General information
- Type: Fighter
- Manufacturer: Avro
- Designer: A. V. Roe
- Number built: 1

History
- First flight: early 1916

= Avro 527 =

The Avro 527 was the last Avro two-seat fighter derivative of the basic 504 design. It was built early in 1916 for trial by the Royal Flying Corps, with the features of the Royal Naval Air Service (RNAS) Avro 504G but with a much more powerful engine; it did not reach production.

==Design and development==
The RNAS Avro 504G was an 80 hp Gnome rotary-engined version of the Avro 504B with forward-firing Vickers guns and a Scarff ring-mounted Lewis gun in the rear cockpit. The Avro 527 was an equivalent two-seat fighter reconnaissance derivative version of the 504 intended for the RFC with the much more powerful, 150 hp Sunbeam Nubian water-cooled engine. It used standard 504K wings and a central skid, single-axle undercarriage. Naval 504s had mostly been fitted with a vertical tail with a generous fixed fin, in contrast to RFC machines with the all-moving, comma-shaped rudder, and the 527 retained the fin as used by RNAS 504s. The engine installation was very different from other 504s, with two tall, almost vertical exhaust pipes, one from each bank of the upright V-eight Nubian, discharging just above the upper wing. Its radiator was mounted edge on (longitudinally) between the wings.

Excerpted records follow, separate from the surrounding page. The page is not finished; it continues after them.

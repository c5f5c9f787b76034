import { afterAll, beforeAll, describe, expect, it } from 'vitest';
import { listApiRoutes } from './support/routes.js';
import {
  Client,
  DEMO,
  registered,
  signedIn,
  startTestApp,
  type TestApp,
} from './support/test-app.js';

type Actor = 'anon' | 'owner' | 'parent' | 'tutor' | 'tutorUngranted' | 'admin' | 'stranger';
const ACTORS: Actor[] = ['anon', 'owner', 'parent', 'tutor', 'tutorUngranted', 'admin', 'stranger'];
type Method = 'get' | 'post' | 'put' | 'patch' | 'delete';

interface Ids {
  /** A student the actor's request targets: the granted one, or the other for tutorUngranted. */
  student: number;
}

interface Case {
  route: string;
  path: (ids: Ids) => string;
  body?: object;
  /** Use a fresh session and fresh target for each actor (the call changes them). */
  destructive?: boolean;
  expect: Record<Actor, number>;
}

const same = (status: number): Record<Actor, number> =>
  Object.fromEntries(ACTORS.map((a) => [a, status])) as Record<Actor, number>;

const members = (ok: number, admin = 403): Record<Actor, number> => ({
  anon: 401,
  owner: ok,
  parent: ok,
  tutor: ok,
  tutorUngranted: ok,
  admin,
  stranger: ok,
});

// Every route × every kind of caller → the status DESIGN.md's roles imply.
const CASES: Case[] = [
  { route: 'GET /api/health', path: () => '/api/health', expect: same(200) },
  { route: 'GET /api/auth/csrf', path: () => '/api/auth/csrf', expect: same(200) },
  { route: 'GET /api/docs', path: () => '/api/docs', expect: same(200) },
  { route: 'POST /api/auth/login', path: () => '/api/auth/login', body: {}, expect: same(400) },
  {
    route: 'POST /api/auth/register',
    path: () => '/api/auth/register',
    body: {},
    expect: same(400),
  },
  {
    route: 'POST /api/auth/logout',
    path: () => '/api/auth/logout',
    destructive: true,
    expect: { ...members(204, 204) },
  },
  { route: 'GET /api/auth/me', path: () => '/api/auth/me', expect: members(200, 200) },
  {
    route: 'GET /api/households/current',
    path: () => '/api/households/current',
    expect: members(200),
  },
  { route: 'GET /api/students', path: () => '/api/students', expect: members(200) },
  {
    route: 'POST /api/students',
    path: () => '/api/students',
    body: { name: 'Matrix', gradeLevel: '3' },
    expect: { ...members(201), tutor: 403, tutorUngranted: 403 },
  },
  {
    route: 'GET /api/students/:id',
    path: ({ student }) => `/api/students/${student}`,
    expect: { ...members(200), tutorUngranted: 404, stranger: 404 },
  },
  {
    route: 'PATCH /api/students/:id',
    path: ({ student }) => `/api/students/${student}`,
    body: { gradeLevel: '4' },
    expect: { ...members(200), tutor: 403, tutorUngranted: 403, stranger: 404 },
  },
  {
    route: 'DELETE /api/students/:id',
    path: ({ student }) => `/api/students/${student}`,
    destructive: true,
    expect: { ...members(204), tutor: 403, tutorUngranted: 403, stranger: 404 },
  },
];

let t: TestApp;
let clients: Record<Actor, Client>;
let granted: number;
let ungranted: number;

async function clientFor(actor: Actor): Promise<Client> {
  switch (actor) {
    case 'anon': {
      const c = new Client(t.http());
      await c.refreshToken();
      return c;
    }
    case 'owner':
      return signedIn(t, DEMO.owner);
    case 'parent':
      return signedIn(t, DEMO.parent);
    case 'tutor':
    case 'tutorUngranted':
      return signedIn(t, DEMO.tutor);
    case 'admin':
      return signedIn(t, DEMO.admin);
    case 'stranger':
      return signedIn(t, 'stranger@example.test', 'a-long-enough-password');
  }
}

beforeAll(async () => {
  t = await startTestApp({ SIGN_IN_LIMIT_PER_MINUTE: '1000' });
  await registered(t, 'stranger@example.test', 'Another household');
  const entries = await Promise.all(ACTORS.map(async (a) => [a, await clientFor(a)] as const));
  clients = Object.fromEntries(entries) as Record<Actor, Client>;
  const list = await clients.owner.get('/api/students').expect(200);
  const byName = new Map<string, number>(
    (list.body.items as { id: number; name: string }[]).map((s) => [s.name, s.id]),
  );
  granted = byName.get('Wren')!;
  ungranted = byName.get('Milo')!;
});
afterAll(() => t.close());

describe('household scoping', () => {
  it('shows the owner both demo children and the tutor only the granted one', async () => {
    const owner = await clients.owner.get('/api/students').expect(200);
    expect(owner.body.total).toBe(2);
    const tutor = await clients.tutor.get('/api/students').expect(200);
    expect(tutor.body.items.map((s: { name: string }) => s.name)).toEqual(['Wren']);
  });

  it('shows a new household no students and 404 for the demo ones', async () => {
    const stranger = await clients.stranger.get('/api/students').expect(200);
    expect(stranger.body.items.some((s: { name: string }) => s.name === 'Wren')).toBe(false);
    await clients.stranger.get(`/api/students/${granted}`).expect(404);
    await clients.stranger.get(`/api/students/${ungranted}`).expect(404);
  });
});

describe('access matrix', () => {
  it('covers every route the app serves', () => {
    const served = listApiRoutes(t.app).filter((r) => !r.startsWith('GET /api/docs'));
    const covered = CASES.map((c) => c.route).filter((r) => r !== 'GET /api/docs');
    expect(served).toEqual([...covered].sort());
  });

  const cells = CASES.flatMap((c) => ACTORS.map((actor) => ({ c, actor })));
  it.each(cells.map(({ c, actor }) => [c.route, actor, c.expect[actor], c, actor] as const))(
    '%s as %s → %i',
    async (_route, _actorName, status, c, actor) => {
      const client = c.destructive ? await clientFor(actor) : clients[actor];
      let student = actor === 'tutorUngranted' ? ungranted : granted;
      if (c.destructive && c.route.includes(':id')) {
        const fresh = await clients.owner.post('/api/students', { name: 'Temp', gradeLevel: '2' });
        student = fresh.body.id as number;
      }
      const method = c.route.split(' ')[0]!;
      const res = await client.send(method.toLowerCase() as Method, c.path({ student }), c.body);
      expect(res.status, `${c.route} as ${actor}: ${res.text.slice(0, 200)}`).toBe(status);
    },
  );
});
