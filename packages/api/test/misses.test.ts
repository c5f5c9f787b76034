import exifr from 'exifr';
import sharp from 'sharp';
import { afterAll, beforeAll, describe, expect, it, vi } from 'vitest';
import { PHOTO_STORAGE, type PhotoStorage } from '../src/storage/photo-storage.js';
import {
  db,
  fixture,
  footprint,
  photoFiles,
  postMultipart,
  studentIds,
  today,
} from './support/photos.js';
import { type Client, DEMO, signedIn, startTestApp, type TestApp } from './support/test-app.js';

let t: TestApp;
let owner: Client;
let wren: number;
let milo: number;

beforeAll(async () => {
  t = await startTestApp({ SIGN_IN_LIMIT_PER_MINUTE: '1000' });
  owner = await signedIn(t, DEMO.owner);
  const ids = await studentIds(owner);
  wren = ids.get('Wren')!;
  milo = ids.get('Milo')!;
});
afterAll(() => t.close());

const fields = (over: Record<string, string | number> = {}) => ({
  studentId: wren,
  occurredOn: today(),
  problem: '304 - 75',
  answer: '139',
  explanation: 'I took one from the 3 because the zero had nothing.',
  cause: 'step',
  ...over,
});

const jpeg = () => ({ name: 'work.jpg', data: fixture('sheet.png'), type: 'image/png' });
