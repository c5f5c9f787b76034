import { afterAll, beforeAll, describe, expect, it } from 'vitest';
import { studentIds, today } from './support/photos.js';
import {
  type Client,
  DEMO,
  registered,
  signedIn,
  startTestApp,
  type TestApp,
} from './support/test-app.js';

let t: TestApp;
let owner: Client;
let tutor: Client;
let wrenMiss: number;
let miloMiss: number;

beforeAll(async () => {
  t = await startTestApp({ SIGN_IN_LIMIT_PER_MINUTE: '1000' });
  owner = await signedIn(t, DEMO.owner);
  tutor = await signedIn(t, DEMO.tutor);
  const ids = await studentIds(owner);
  const make = async (studentId: number) =>
    (
      await owner
        .post('/api/misses', { studentId, occurredOn: today(), problem: '52 - 27', answer: '35' })
        .expect(201)
    ).body.id as number;
  wrenMiss = await make(ids.get('Wren')!);
  miloMiss = await make(ids.get('Milo')!);
});
afterAll(() => t.close());

describe('notes on a miss', () => {
  it('lets the tutor and the parent write a thread, oldest first, with authors', async () => {
    const a = await tutor
      .post('/api/notes', { missId: wrenMiss, body: '  Same step as Tuesday.  ' })
      .expect(201);
    expect(a.body).toMatchObject({
      missId: wrenMiss,
      body: 'Same step as Tuesday.',
      author: { displayName: 'Pat (tutor)' },
    });
    await owner.post('/api/notes', { missId: wrenMiss, body: 'We will use blocks.' }).expect(201);
    const thread = await tutor.get(`/api/notes?missId=${wrenMiss}`).expect(200);
    expect(thread.body.total).toBe(2);
    expect(thread.body.items.map((n: { body: string }) => n.body)).toEqual([
      'Same step as Tuesday.',
      'We will use blocks.',
    ]);
  });

  it('keeps the tutor to granted students and other households out', async () => {
    await tutor.post('/api/notes', { missId: miloMiss, body: 'hello' }).expect(404);
    await tutor.get(`/api/notes?missId=${miloMiss}`).expect(404);
    await owner.post('/api/notes', { missId: miloMiss, body: 'Milo note' }).expect(201);
    const all = await tutor.get('/api/notes').expect(200);
    expect(all.body.items.every((n: { missId: number }) => n.missId !== miloMiss)).toBe(true);
    const stranger = await registered(t, 'nosy@example.test', 'Nosy household');
    await stranger.post('/api/notes', { missId: wrenMiss, body: 'hi' }).expect(404);
    const theirs = await stranger.get('/api/notes').expect(200);
    expect(theirs.body).toMatchObject({ items: [], total: 0 });
  });

  it.each([
    [{ missId: 0, body: 'x' }, 'missId'],
    [{ body: 'x' }, 'missId'],
    [{ missId: 1, body: '   ' }, 'body'],
    [{ missId: 1, body: 'x'.repeat(2001) }, 'body'],
    [{ missId: 1, body: 'x', author: 3 }, 'author'],
  ])('refuses %j naming %s', async (body, field) => {
    const res = await owner.post('/api/notes', body).expect(400);
    expect(res.body.fields).toHaveProperty(field);
  });

  it('removes the notes with their miss', async () => {
    const id = (
      await owner
        .post('/api/misses', {
          studentId: (await studentIds(owner)).get('Wren'),
          occurredOn: today(),
          problem: '9 + 7',
          answer: '15',
        })
        .expect(201)
    ).body.id as number;
    await owner.post('/api/notes', { missId: id, body: 'gone soon' }).expect(201);
    await owner.send('delete', `/api/misses/${id}`).expect(204);
    await owner.get(`/api/notes?missId=${id}`).expect(404);
    const all = await owner.get('/api/notes?pageSize=100').expect(200);
    expect(all.body.items.some((n: { body: string }) => n.body === 'gone soon')).toBe(false);
  });
});
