import { availableParallelism } from 'node:os';
import { ServiceUnavailableException } from '@nestjs/common';
import { computePatterns, diagnose, type PatternMiss } from '@workback/core';
import { afterAll, describe, expect, it } from 'vitest';
import { CpuPool } from '../src/workers/cpu-pool.service.js';

// Work handed to the worker threads (workers/cpu-pool.service.ts) must answer exactly as it
// would on the event loop, and a full queue must be a 503, not a queue without end.
const pool = new CpuPool();
afterAll(() => pool.onApplicationShutdown());

// An invented child's subtraction misses, diagnosed by the engine as the API stores them.
const misses: PatternMiss[] = [
  ['2026-11-02', '304 - 75', '371'],
  ['2026-11-09', '502 - 38', '574'],
  ['2026-11-16', '400 - 26', '484'],
  ['2026-11-23', '7 x 8', '54'],
].map(([occurredOn, problem, answer], i) => {
  const diagnosis = diagnose(problem!, answer!);
  if (!diagnosis.ok) throw new Error(`${problem}: ${diagnosis.error.message}`);
  return {
    id: i + 1,
    occurredOn: occurredOn!,
    cause: 'step',
    skills: [],
    problem: diagnosis.problem.text,
    answer: answer!,
    diagnosis,
  };
});
const options = {
  rightItems: [{ occurredOn: '2026-11-20', problem: '605 - 48', answer: '557' }],
  asOf: '2026-11-30',
};

describe('the worker threads', () => {
  it('weigh patterns exactly as the event loop would', async () => {
    const fromPool = await pool.patterns(misses, options);
    expect(fromPool).toEqual(computePatterns(misses, options));
    // The right item crossed too: it is weighed against the zero-regrouping rule.
    expect(fromPool.findings.rules[0]).toMatchObject({ explains: 2 });
    expect(fromPool.findings.rules[0]!.contradictions).toHaveLength(1);
  });

  it(`turn work away with a 503 once ${CpuPool.MAX_QUEUED} tasks wait, and finish the rest`, async () => {
    const asked = CpuPool.MAX_QUEUED + availableParallelism() + 10;
    const answers = await Promise.allSettled(
      Array.from({ length: asked }, () => pool.patterns(misses, options)),
    );
    const done = answers.filter((a) => a.status === 'fulfilled');
    const refused = answers.filter((a) => a.status === 'rejected');
    expect(done.length).toBeGreaterThanOrEqual(CpuPool.MAX_QUEUED);
    expect(refused.length).toBeGreaterThanOrEqual(10);
    for (const r of refused) {
      expect(r.reason).toBeInstanceOf(ServiceUnavailableException);
      expect((r.reason as ServiceUnavailableException).getStatus()).toBe(503);
    }
    const expected = computePatterns(misses, options);
    for (const d of done) expect(d.value).toEqual(expected);
    // The queue drained: the pool takes work again.
    expect(await pool.patterns(misses, options)).toEqual(expected);
  });

  it('give up a task not done within its limit with a 503, and work after', async () => {
    const slow = new CpuPool();
    try {
      // The thread starts at the first task, loading the code: far longer than 1 ms.
      slow.taskLimitMs = 1;
      const late = await slow.patterns(misses, options).catch((err: unknown) => err);
      expect(late).toBeInstanceOf(ServiceUnavailableException);
      expect((late as ServiceUnavailableException).getStatus()).toBe(503);
      expect((late as Error).message).toMatch(/took too long/);
      slow.taskLimitMs = CpuPool.TASK_LIMIT_MS;
      expect(await slow.patterns(misses, options)).toEqual(computePatterns(misses, options));
    } finally {
      await slow.onApplicationShutdown();
    }
  });
});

The 527 first flew sometime in 1916. A version with wings of 42 ft (12.3 m) span was considered, the 527A, but there is no record of it flying.

==Operational history==
When trialled by the RFC, pilots found that it did not climb well and that their view was obscured by the large engine, its radiator and exhausts. As a result, production was not pursued and only one aircraft was ever built.